--- What to do ---
Whenever a line of the records below contains the word "pain", copy that line.

--- Information ---
┌────────
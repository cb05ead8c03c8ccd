// Package corpus generates invented, registry-shaped test corpora for
// automatic matching: reviews with their published studies, registry
// trials (ingest.Trial values shaped like parsed API records) with the
// truth for every (review, trial) pair, and any number of background trials
// that fit no review. Everything is drawn from a seeded *rand.Rand, so a
// seed gives the same corpus every time. Names are invented or generic;
// trial ids start with NCT8 or NCT7 and cannot be real.
package corpus

import (
	"fmt"
	"math"
	"math/rand/v2"
	"strings"

	"unshelved/ingest"
	"unshelved/store"
)

// Truth is the intended result for one (review, trial) pair. Class is
// included, missed-publication, registry-only, no-results or unrelated;
// OutcomeIndex is -1 when nothing should be linked.
type Truth struct {
	ReviewID, TrialID string
	Class             string
	Kind              string // what the trial exercises, e.g. "flip", "trap-active-comparator"
	OutcomeIndex      int
	Treat, Ctrl       []string
	Flip              bool
	UnitFrom          string
}

// Corpus is a generated scenario.
type Corpus struct {
	Reviews []ingest.Review
	Studies []ingest.ReviewStudy
	Trials  []ingest.Trial // the trials made for the reviews
	Truth   []Truth
	// Background is the number of background trials; BackgroundTrial(i)
	// builds the i-th.
	Background int
	seed       uint64
}

// Settings size a corpus. Zero fields take the defaults in brackets.
type Settings struct {
	Reviews    int // [20]
	Background int // [0]
	Seed       uint64
}

var conditionNames = []struct{ name, synonym string }{
	{"psoriasis", "plaque psoriasis"}, {"rheumatoid arthritis", "inflammatory arthritis"},
	{"atopic dermatitis", "eczema"}, {"migraine", "migraine headache"}, {"fibromyalgia", "chronic widespread pain"},
	{"ulcerative colitis", "colitis"}, {"multiple sclerosis", "relapsing multiple sclerosis"},
	{"chronic obstructive pulmonary disease", "COPD"}, {"asthma", "bronchial asthma"}, {"osteoarthritis", "degenerative joint disease"},
	{"generalized anxiety disorder", "anxiety"}, {"insomnia", "sleep initiation disorder"}, {"tinnitus", "ringing in the ears"},
	{"irritable bowel syndrome", "IBS"}, {"restless legs syndrome", "Willis-Ekbom disease"}, {"chronic low back pain", "lumbago"},
	{"heart failure", "cardiac failure"}, {"gout", "gouty arthritis"}, {"acne", "acne vulgaris"}, {"rosacea", "facial erythema"},
	{"parkinson disease", "parkinsonism"}, {"schizophrenia", "psychotic disorder"}, {"alopecia areata", "patchy hair loss"},
	{"endometriosis", "pelvic endometriosis"},
}

var aspects = []struct{ name, better string }{
	{"symptom severity", "lower"}, {"pain intensity", "lower"}, {"fatigue", "lower"}, {"functional disability", "lower"},
	{"sleep quality", "higher"}, {"itch intensity", "lower"},
}

var comparators = []string{"placebo", "placebo", "placebo", "usual care", "waiting list", "sham"}

var syllables = []string{"vor", "ta", "lix", "ben", "zar", "mo", "qui", "del", "ra", "nex", "tol", "fi", "pra", "sul", "ka", "rin", "do", "mel", "zu", "ger"}

// drugName invents a drug name and a code from r.
func drugName(r *rand.Rand) (name, code string) {
	n := ""
	for i := 0; i < 3; i++ {
		n += syllables[r.IntN(len(syllables))]
	}
	suffix := []string{"mab", "nib", "tide", "zole", "pram", "vant"}[r.IntN(6)]
	name = strings.ToUpper(n[:1]) + n[1:] + suffix
	code = fmt.Sprintf("%s-%03d", strings.ToUpper(n[:2]+n[3:4]), r.IntN(1000))
	return name, code
}

// review is the generator's view of one review.
type review struct {
	rv         ingest.Review
	cond, syn  string
	aspect     string
	drug, code string
	comparator string
	weeks      int
	glucose    bool
	smd        bool
}
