def save_library(lib: CellLibrary, folder: str | Path) -> list[Path]:
    """Write ``<name>.library.json`` (and ``<name>.responses.csv`` when there are responses) into ``folder``.

    Files are written atomically and byte-for-byte deterministically; a library that is not physical
    (:func:`check_physical`) is refused before anything is written.
    """
    check_physical(lib)
    folder = Path(folder)
    written = [atomic_write_bytes(folder / f"{lib.name}.library.json", library_to_json(lib).encode())]
    if lib.has_responses:
        written.append(atomic_write_bytes(folder / f"{lib.name}.responses.csv", responses_to_csv(lib).encode()))
    return written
└────────
--- Completed task ---
	{"atopic dermatitis", "eczema"}, {"migraine", "migraine headache"}, {"fibromyalgia", "chronic widespread pain"},
	{"irritable bowel syndrome", "IBS"}, {"restless legs syndrome", "Willis-Ekbom disease"}, {"chronic low back pain", "lumbago"},
	{"symptom severity", "lower"}, {"pain intensity", "lower"}, {"fatigue", "lower"}, {"functional disability", "lower"},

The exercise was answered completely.